The problem: Reproduce the data below in full. Nothing should differ from the original.
======== Records to process
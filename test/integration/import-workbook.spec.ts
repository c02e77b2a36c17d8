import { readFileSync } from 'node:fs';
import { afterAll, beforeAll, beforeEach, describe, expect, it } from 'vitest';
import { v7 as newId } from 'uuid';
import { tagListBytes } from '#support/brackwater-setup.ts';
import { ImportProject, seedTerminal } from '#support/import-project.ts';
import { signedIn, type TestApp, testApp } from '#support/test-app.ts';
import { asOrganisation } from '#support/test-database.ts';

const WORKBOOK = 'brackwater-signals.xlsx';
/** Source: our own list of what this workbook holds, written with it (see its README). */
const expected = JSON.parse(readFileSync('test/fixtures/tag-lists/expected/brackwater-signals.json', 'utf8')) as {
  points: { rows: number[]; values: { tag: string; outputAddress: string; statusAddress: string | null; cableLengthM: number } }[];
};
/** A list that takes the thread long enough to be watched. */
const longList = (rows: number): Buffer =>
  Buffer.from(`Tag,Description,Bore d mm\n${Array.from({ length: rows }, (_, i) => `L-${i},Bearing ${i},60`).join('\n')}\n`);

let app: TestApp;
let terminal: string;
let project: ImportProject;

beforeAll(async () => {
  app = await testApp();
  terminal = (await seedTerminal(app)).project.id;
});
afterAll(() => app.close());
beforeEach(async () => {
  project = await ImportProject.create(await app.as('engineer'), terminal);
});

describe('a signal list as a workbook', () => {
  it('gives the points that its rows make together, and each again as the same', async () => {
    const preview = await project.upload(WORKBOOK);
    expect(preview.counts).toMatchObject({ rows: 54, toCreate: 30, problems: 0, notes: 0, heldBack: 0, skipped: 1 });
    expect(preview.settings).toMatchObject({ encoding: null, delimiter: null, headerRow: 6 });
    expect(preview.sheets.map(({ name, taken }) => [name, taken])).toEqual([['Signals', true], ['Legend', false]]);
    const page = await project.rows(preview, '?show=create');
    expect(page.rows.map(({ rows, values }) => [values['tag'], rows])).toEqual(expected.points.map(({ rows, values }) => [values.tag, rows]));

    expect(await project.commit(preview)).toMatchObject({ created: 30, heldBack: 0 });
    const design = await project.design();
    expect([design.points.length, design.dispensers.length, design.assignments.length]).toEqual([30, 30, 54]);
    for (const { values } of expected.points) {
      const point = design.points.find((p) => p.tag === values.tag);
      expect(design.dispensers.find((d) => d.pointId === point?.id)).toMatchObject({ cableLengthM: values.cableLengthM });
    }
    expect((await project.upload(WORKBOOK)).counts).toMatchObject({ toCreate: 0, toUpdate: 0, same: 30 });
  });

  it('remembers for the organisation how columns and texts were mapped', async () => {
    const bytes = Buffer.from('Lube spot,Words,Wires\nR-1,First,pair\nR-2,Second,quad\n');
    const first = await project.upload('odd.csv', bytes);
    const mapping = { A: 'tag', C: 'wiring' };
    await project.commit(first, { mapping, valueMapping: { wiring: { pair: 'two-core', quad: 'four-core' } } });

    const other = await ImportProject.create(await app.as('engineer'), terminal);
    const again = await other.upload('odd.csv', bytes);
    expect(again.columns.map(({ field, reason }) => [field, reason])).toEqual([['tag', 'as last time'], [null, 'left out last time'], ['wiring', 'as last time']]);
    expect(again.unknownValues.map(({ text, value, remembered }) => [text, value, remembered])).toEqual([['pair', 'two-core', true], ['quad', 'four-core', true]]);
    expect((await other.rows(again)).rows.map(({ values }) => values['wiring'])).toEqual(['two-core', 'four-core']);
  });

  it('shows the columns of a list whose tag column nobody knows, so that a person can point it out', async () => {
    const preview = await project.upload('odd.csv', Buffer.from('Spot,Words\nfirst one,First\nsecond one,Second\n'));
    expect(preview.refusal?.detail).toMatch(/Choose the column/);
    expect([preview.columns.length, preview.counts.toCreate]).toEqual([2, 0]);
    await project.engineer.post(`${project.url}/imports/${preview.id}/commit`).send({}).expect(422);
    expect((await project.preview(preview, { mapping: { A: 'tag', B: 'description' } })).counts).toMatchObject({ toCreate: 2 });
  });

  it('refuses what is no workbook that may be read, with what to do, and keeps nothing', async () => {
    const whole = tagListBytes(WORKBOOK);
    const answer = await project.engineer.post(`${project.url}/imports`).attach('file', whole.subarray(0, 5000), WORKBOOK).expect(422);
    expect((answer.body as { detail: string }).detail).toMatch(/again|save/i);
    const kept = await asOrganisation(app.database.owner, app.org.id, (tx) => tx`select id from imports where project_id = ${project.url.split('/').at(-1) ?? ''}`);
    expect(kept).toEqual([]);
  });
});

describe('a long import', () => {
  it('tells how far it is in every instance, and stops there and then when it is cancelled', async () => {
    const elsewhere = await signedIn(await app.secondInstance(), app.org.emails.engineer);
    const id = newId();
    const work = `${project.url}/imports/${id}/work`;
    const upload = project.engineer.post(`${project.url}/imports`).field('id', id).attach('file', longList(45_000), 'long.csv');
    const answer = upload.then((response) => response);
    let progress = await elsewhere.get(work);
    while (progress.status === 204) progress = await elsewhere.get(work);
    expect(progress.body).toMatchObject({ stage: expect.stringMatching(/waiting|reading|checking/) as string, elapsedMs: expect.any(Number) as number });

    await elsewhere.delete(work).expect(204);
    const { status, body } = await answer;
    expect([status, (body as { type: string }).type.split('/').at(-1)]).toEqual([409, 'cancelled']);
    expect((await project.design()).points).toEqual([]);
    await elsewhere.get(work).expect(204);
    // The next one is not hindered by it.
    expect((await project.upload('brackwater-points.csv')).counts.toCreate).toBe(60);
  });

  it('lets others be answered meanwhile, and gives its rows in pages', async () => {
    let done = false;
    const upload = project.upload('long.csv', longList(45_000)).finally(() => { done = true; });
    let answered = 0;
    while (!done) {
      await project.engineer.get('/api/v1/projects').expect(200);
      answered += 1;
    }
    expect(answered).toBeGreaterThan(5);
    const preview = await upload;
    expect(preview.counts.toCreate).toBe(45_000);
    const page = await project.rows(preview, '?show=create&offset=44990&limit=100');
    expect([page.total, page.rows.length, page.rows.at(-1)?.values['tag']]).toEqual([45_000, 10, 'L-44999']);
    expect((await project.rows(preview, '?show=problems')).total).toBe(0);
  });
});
================
Answer section:
filename test/integration/import-workbook.spec.ts
repository c02e77b2a36c17d8
import { readFileSync } from 'node:fs';
import { afterAll, beforeAll, beforeEach, describe, expect, it } from 'vitest';
import { v7 as newId } from 'uuid';
import { tagListBytes } from '#support/brackwater-setup.ts';
import { ImportProject, seedTerminal } from '#support/import-project.ts';
import { signedIn, type TestApp, testApp } from '#support/test-app.ts';
import { asOrganisation } from '#support/test-database.ts';

const WORKBOOK = 'brackwater-signals.xlsx';
/** Source: our own list of what this workbook holds, written with it (see its README). */
const expected = JSON.parse(readFileSync('test/fixtures/tag-lists/expected/brackwater-signals.json', 'utf8')) as {
  points: { rows: number[]; values: { tag: string; outputAddress: string; statusAddress: string | null; cableLengthM: number } }[];
};
/** A list that takes the thread long enough to be watched. */
const longList = (rows: number): Buffer =>
  Buffer.from(`Tag,Description,Bore d mm\n${Array.from({ length: rows }, (_, i) => `L-${i},Bearing ${i},60`).join('\n')}\n`);

let app: TestApp;
let terminal: string;
let project: ImportProject;

beforeAll(async () => {
  app = await testApp();
  terminal = (await seedTerminal(app)).project.id;
});
afterAll(() => app.close());
beforeEach(async () => {
  project = await ImportProject.create(await app.as('engineer'), terminal);
});

describe('a signal list as a workbook', () => {
  it('gives the points that its rows make together, and each again as the same', async () => {
    const preview = await project.upload(WORKBOOK);
    expect(preview.counts).toMatchObject({ rows: 54, toCreate: 30, problems: 0, notes: 0, heldBack: 0, skipped: 1 });
    expect(preview.settings).toMatchObject({ encoding: null, delimiter: null, headerRow: 6 });
    expect(preview.sheets.map(({ name, taken }) => [name, taken])).toEqual([['Signals', true], ['Legend', false]]);
    const page = await project.rows(preview, '?show=create');
    expect(page.rows.map(({ rows, values }) => [values['tag'], rows])).toEqual(expected.points.map(({ rows, values }) => [values.tag, rows]));

    expect(await project.commit(preview)).toMatchObject({ created: 30, heldBack: 0 });
    const design = await project.design();
    expect([design.points.length, design.dispensers.length, design.assignments.length]).toEqual([30, 30, 54]);
    for (const { values } of expected.points) {
      const point = design.points.find((p) => p.tag === values.tag);
      expect(design.dispensers.find((d) => d.pointId === point?.id)).toMatchObject({ cableLengthM: values.cableLengthM });
    }
    expect((await project.upload(WORKBOOK)).counts).toMatchObject({ toCreate: 0, toUpdate: 0, same: 30 });
  });

  it('remembers for the organisation how columns and texts were mapped', async () => {
    const bytes = Buffer.from('Lube spot,Words,Wires\nR-1,First,pair\nR-2,Second,quad\n');
    const first = await project.upload('odd.csv', bytes);
    const mapping = { A: 'tag', C: 'wiring' };
    await project.commit(first, { mapping, valueMapping: { wiring: { pair: 'two-core', quad: 'four-core' } } });

    const other = await ImportProject.create(await app.as('engineer'), terminal);
    const again = await other.upload('odd.csv', bytes);
    expect(again.columns.map(({ field, reason }) => [field, reason])).toEqual([['tag', 'as last time'], [null, 'left out last time'], ['wiring', 'as last time']]);
    expect(again.unknownValues.map(({ text, value, remembered }) => [text, value, remembered])).toEqual([['pair', 'two-core', true], ['quad', 'four-core', true]]);
    expect((await other.rows(again)).rows.map(({ values }) => values['wiring'])).toEqual(['two-core', 'four-core']);
  });

  it('shows the columns of a list whose tag column nobody knows, so that a person can point it out', async () => {
    const preview = await project.upload('odd.csv', Buffer.from('Spot,Words\nfirst one,First\nsecond one,Second\n'));
    expect(preview.refusal?.detail).toMatch(/Choose the column/);
    expect([preview.columns.length, preview.counts.toCreate]).toEqual([2, 0]);
    await project.engineer.post(`${project.url}/imports/${preview.id}/commit`).send({}).expect(422);
    expect((await project.preview(preview, { mapping: { A: 'tag', B: 'description' } })).counts).toMatchObject({ toCreate: 2 });
  });

  it('refuses what is no workbook that may be read, with what to do, and keeps nothing', async () => {
    const whole = tagListBytes(WORKBOOK);
    const answer = await project.engineer.post(`${project.url}/imports`).attach('file', whole.subarray(0, 5000), WORKBOOK).expect(422);
    expect((answer.body as { detail: string }).detail).toMatch(/again|save/i);
    const kept = await asOrganisation(app.database.owner, app.org.id, (tx) => tx`select id from imports where project_id = ${project.url.split('/').at(-1) ?? ''}`);
    expect(kept).toEqual([]);
  });
});

describe('a long import', () => {
  it('tells how far it is in every instance, and stops there and then when it is cancelled', async () => {
    const elsewhere = await signedIn(await app.secondInstance(), app.org.emails.engineer);
    const id = newId();
    const work = `${project.url}/imports/${id}/work`;
    const upload = project.engineer.post(`${project.url}/imports`).field('id', id).attach('file', longList(45_000), 'long.csv');
    const answer = upload.then((response) => response);
    let progress = await elsewhere.get(work);
    while (progress.status === 204) progress = await elsewhere.get(work);
    expect(progress.body).toMatchObject({ stage: expect.stringMatching(/waiting|reading|checking/) as string, elapsedMs: expect.any(Number) as number });

    await elsewhere.delete(work).expect(204);
    const { status, body } = await answer;
    expect([status, (body as { type: string }).type.split('/').at(-1)]).toEqual([409, 'cancelled']);
    expect((await project.design()).points).toEqual([]);
    await elsewhere.get(work).expect(204);
    // The next one is not hindered by it.
    expect((await project.upload('brackwater-points.csv')).counts.toCreate).toBe(60);
  });

  it('lets others be answered meanwhile, and gives its rows in pages', async () => {
    let done = false;
    const upload = project.upload('long.csv', longList(45_000)).finally(() => { done = true; });
    let answered = 0;
    while (!done) {
      await project.engineer.get('/api/v1/projects').expect(200);
      answered += 1;
    }
    expect(answered).toBeGreaterThan(5);
    const preview = await upload;
    expect(preview.counts.toCreate).toBe(45_000);
    const page = await project.rows(preview, '?show=create&offset=44990&limit=100');
    expect([page.total, page.rows.length, page.rows.at(-1)?.values['tag']]).toEqual([45_000, 10, 'L-44999']);
    expect((await project.rows(preview, '?show=problems')).total).toBe(0);
  });
});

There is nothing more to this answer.